Browse by year:
The Smart Techie was renamed Siliconindia India Edition starting Feb 2012 to continue the nearly two decade track record of excellence of our US edition.

Identity Management - The Value of Physical & Logical Convergence

Ajay Jain
Monday, October 5, 2009
Ajay Jain
A recent article about Fannie Mae, a U.S. government-sponsored enterprise chartered by Congress to provide liquidity, stability, and affordability to the U.S. housing and mortgage markets, made worldwide headlines and caught my attention as well. On October 24, 2008, a Fannie Mae contract worker was fired from his computer programming job at the company's data center in Urbana, about 35 miles from the company’s Washington headquarters.

Fannie Mae did not immediately terminate the worker's computer access after telling him he was fired; and before surrendering his badge and laptop computer about three and a half hours later, the worker allegedly used his extended access to reset the company's computer servers, planting malicious code that was intended to execute on January 31, 2009. Luckily, his plot was thwarted by another worker who stumbled upon the code bomb and brought it to the attention of the FBI.
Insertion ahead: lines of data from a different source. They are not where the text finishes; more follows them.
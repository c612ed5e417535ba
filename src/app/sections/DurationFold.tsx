import { memo, use, useState } from "react";
import { labelOf } from "../../core/catalogue.ts";
import { plannedNames, requiredDuration } from "../../core/station/requiredDuration.ts";
import { unitOf } from "../../core/unitText.ts";
import { formatDigits, formatNumber, withUnit } from "../../figures/formatNumber.ts";
import { positionDecimals } from "../../figures/positionDecimals.ts";
import { RestedCases } from "../page/restedCases.ts";
import type { CaseView } from "../session/caseView.ts";
import { CaseMark } from "./CaseMark.tsx";
import { Fold } from "./Fold.tsx";
import { NumberField } from "./NumberField.tsx";
import { RichText } from "./RichText.tsx";
import { SymbolText } from "./SymbolText.tsx";
import { TableScroll } from "./TableScroll.tsx";

/** Record lengths that would bring Tu, L11 and lambda to an interval of the width that is asked for. */
export function DurationFold() {
  const cases = use(RestedCases);
  const [percent, setPercent] = useState(2);
  const recorded = cases.filter((view) => view.stations.some(({ duration }) => duration !== null));
  if (recorded.length === 0) return null;
  const unit = unitOf("T", recorded[0].units);
  return (
    <Fold name="How long must be sampled" fact={withUnit(`±\u202f${formatNumber(percent, 1)}`, "%")}>
      <NumberField
        label="95 % interval wanted, ± per cent of the value"
        value={percent}
        onChange={(value) => value !== null && value > 0 && setPercent(value)}
      />
      <TableScroll label="Record lengths">
        <table className="data dense stations-table">
          <thead>
            <tr>
              <th scope="col">
                <SymbolText runs={labelOf("x").symbol} />
                {unitOf("L", recorded[0].units) !== "" && ` (${unitOf("L", recorded[0].units)})`}
              </th>
              <th scope="col">recorded{unit !== "" && ` (${unit})`}</th>
              {plannedNames.map((key) => (
                <th scope="col" key={key}>
                  for <SymbolText runs={labelOf(key).symbol} />
                  {unit !== "" && ` (${unit})`}
                </th>
              ))}
            </tr>
          </thead>
          {recorded.map((view) => (
            <DurationRows view={view} width={percent / 100} key={view.id} />
          ))}
        </table>
      </TableScroll>
    </Fold>
  );
}

/** Each length is a search of its own: they follow a bracket only once it rests. */
const DurationRows = memo(function DurationRows({ view, width }: { view: CaseView; width: number }) {
  const decimals = positionDecimals(view.stations.map(({ x }) => x));
  return (
    <tbody>
      <tr>
        <th scope="rowgroup" className="text" colSpan={plannedNames.length + 2}>
          <CaseMark mark={view.mark} /> {view.name}
        </th>
      </tr>
      {view.stations.map((station) => {
        const needed = requiredDuration(station, width);
        return (
          <tr key={station.x}>
            <td>{formatNumber(station.x, decimals)}</td>
            <td>{station.duration === null ? "–" : formatDigits(station.duration, 3)}</td>
            {plannedNames.map((key) => (
              <td key={key} className={needed[key].value === null ? "why" : undefined}>
                {needed[key].value === null ? (
                  <RichText text={needed[key].why} />
                ) : (
                  formatDigits(needed[key].value, 2)
                )}
              </td>
            ))}
          </tr>
        );
      })}
    </tbody>
  );
});
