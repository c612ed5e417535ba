import type { Run } from "../../core/catalogue.ts";

/** A symbol from its runs: italic STIX, descriptive parts upright, indices lowered. */
export function SymbolText({ runs }: { runs: readonly Run[] }) {
  return (
    <span className="sym">
      {runs.map((run, i) => {
        const body = run.upright ? <span className="up">{run.text}</span> : run.text;
        // biome-ignore lint/suspicious/noArrayIndexKey: the runs of a symbol never move
        return run.place === undefined ? <span key={i}>{body}</span> : <Raised key={i} run={run} />;
      })}
    </span>
  );
}

function Raised({ run }: { run: Run }) {
  const Place = run.place ?? "sub";
  return <Place>{run.upright ? <span className="up">{run.text}</span> : run.text}</Place>;
}
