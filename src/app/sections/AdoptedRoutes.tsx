import type { CaseView } from "../session/caseView.ts";
import { CaseMark } from "./CaseMark.tsx";
import { RichText } from "./RichText.tsx";
import { dissipations } from "./reductionRows.ts";

/** Which route of the dissipation is adopted in each case, and why. */
export function AdoptedRoutes({ cases }: { cases: readonly CaseView[] }) {
  return cases.map((view) => {
    const given = view.stations.flatMap(({ facts }) => facts.dissipationReason ?? []);
    const reasons = new Set(
      given.length > 0 ? given : [`${dissipations[view.of.sheet.reduce.dissipation]}, as chosen`],
    );
    return [...reasons].map((reason) => (
      <p key={view.id + reason}>
        <CaseMark mark={view.mark} /> {view.name}: <RichText text={reason} />.
      </p>
    ));
  });
}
"Had this malicious script got executed, engineers at Fannie Mae estimated that it would have caused millions of dollars of damage and reduced, if not completely shut down, operations at the company for at least one week," an investigator on the case wrote. "The total damage would include cleaning out and restoring all 4,000 servers, restoring and securing the automation of mortgages, and restoring all data that was erased."

Now let's pause and think about this incident for a second. The damage that this terminated worker could have done to the American mortgage market could have been catastrophic. An additional unknown in this case is the fact that we do not know if or when his physical access privileges were revoked, either at the Urbana facility or at Fannie Mae's headquarters. Even if the worker was required to turn in his badge immediately, there is no guarantee that he didn’t already replicate his physical access card along with all access codes – a very inexpensive process that takes only minutes for a malicious individual to accomplish.

A couple of questions cropped up in my head regarding this event: What is the guarantee that his access was terminated in all disparate and disjointed physical access control systems across their worldwide facilities? Beyond the millions of dollars in damage that this worker could have caused with just a few lines of code, were there even more ominous goals in his mind?